**** Records ****
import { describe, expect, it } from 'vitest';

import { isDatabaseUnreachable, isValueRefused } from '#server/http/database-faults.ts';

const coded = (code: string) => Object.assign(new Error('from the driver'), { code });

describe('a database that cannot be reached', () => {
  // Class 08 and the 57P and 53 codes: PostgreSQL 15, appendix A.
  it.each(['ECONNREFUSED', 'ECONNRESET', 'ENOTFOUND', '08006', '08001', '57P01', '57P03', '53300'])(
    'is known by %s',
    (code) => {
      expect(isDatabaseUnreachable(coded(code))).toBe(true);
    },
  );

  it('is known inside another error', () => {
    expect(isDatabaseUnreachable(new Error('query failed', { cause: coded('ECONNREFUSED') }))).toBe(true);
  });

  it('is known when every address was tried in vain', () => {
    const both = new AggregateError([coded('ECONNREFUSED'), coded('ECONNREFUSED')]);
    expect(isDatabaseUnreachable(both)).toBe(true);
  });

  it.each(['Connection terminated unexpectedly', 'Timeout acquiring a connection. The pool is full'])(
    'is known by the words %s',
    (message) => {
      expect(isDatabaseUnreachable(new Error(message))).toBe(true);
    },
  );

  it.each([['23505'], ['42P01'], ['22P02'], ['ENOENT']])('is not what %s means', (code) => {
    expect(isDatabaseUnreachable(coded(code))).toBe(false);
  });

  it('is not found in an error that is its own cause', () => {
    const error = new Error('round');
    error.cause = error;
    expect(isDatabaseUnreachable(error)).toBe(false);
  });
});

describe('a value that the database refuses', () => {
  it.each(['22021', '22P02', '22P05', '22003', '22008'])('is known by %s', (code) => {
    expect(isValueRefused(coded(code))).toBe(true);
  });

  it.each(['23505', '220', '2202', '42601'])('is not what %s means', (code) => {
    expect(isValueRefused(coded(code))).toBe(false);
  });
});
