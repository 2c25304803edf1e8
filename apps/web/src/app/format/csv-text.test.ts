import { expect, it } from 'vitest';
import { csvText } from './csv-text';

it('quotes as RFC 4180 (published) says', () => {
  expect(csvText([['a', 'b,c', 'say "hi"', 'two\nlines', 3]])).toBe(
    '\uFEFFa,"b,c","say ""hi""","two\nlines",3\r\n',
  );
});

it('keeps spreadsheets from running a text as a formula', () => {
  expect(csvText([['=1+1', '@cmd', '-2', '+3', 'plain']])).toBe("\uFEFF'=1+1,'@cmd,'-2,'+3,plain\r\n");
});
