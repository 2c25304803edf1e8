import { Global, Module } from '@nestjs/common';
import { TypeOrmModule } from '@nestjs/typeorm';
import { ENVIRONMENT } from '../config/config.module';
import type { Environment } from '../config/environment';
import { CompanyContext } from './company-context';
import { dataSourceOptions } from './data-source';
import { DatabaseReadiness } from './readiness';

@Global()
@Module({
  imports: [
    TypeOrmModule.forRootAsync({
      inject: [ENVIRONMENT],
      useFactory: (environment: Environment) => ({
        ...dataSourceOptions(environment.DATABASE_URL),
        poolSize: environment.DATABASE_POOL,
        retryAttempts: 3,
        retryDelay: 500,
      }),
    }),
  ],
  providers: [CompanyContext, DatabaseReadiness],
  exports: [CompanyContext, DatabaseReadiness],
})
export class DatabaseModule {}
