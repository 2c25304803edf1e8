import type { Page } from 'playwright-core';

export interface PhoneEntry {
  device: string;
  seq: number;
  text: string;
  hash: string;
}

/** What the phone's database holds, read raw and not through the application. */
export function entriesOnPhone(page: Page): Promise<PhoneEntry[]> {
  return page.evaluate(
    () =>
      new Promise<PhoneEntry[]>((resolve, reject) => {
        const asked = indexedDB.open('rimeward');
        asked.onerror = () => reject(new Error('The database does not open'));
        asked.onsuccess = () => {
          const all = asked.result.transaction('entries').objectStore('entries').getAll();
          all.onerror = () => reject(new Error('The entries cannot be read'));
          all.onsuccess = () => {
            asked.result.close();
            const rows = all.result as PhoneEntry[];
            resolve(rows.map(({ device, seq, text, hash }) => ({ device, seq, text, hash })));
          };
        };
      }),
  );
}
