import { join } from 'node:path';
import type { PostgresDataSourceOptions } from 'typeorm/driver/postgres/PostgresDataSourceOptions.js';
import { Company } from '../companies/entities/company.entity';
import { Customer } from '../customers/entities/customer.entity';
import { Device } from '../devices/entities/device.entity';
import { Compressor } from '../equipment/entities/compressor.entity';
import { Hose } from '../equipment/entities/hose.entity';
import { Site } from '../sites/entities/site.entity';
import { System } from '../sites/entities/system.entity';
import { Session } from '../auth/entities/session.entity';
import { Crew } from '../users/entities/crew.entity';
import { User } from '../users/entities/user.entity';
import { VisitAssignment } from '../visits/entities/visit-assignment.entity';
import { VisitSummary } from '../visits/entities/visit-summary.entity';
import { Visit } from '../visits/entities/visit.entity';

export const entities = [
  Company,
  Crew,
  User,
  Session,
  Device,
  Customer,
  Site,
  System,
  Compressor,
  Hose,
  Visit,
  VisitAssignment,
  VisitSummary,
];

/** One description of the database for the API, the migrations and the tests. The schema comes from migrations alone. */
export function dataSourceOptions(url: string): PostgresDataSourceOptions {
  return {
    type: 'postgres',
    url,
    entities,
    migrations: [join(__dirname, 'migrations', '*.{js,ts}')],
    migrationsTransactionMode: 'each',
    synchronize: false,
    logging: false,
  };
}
****
Copy out, from the material above, each line in which the string "onerror" is found.

*Answer to this problem*.
        asked.onerror = () => reject(new Error('The database does not open'));
          all.onerror = () => reject(new Error('The entries cannot be read'));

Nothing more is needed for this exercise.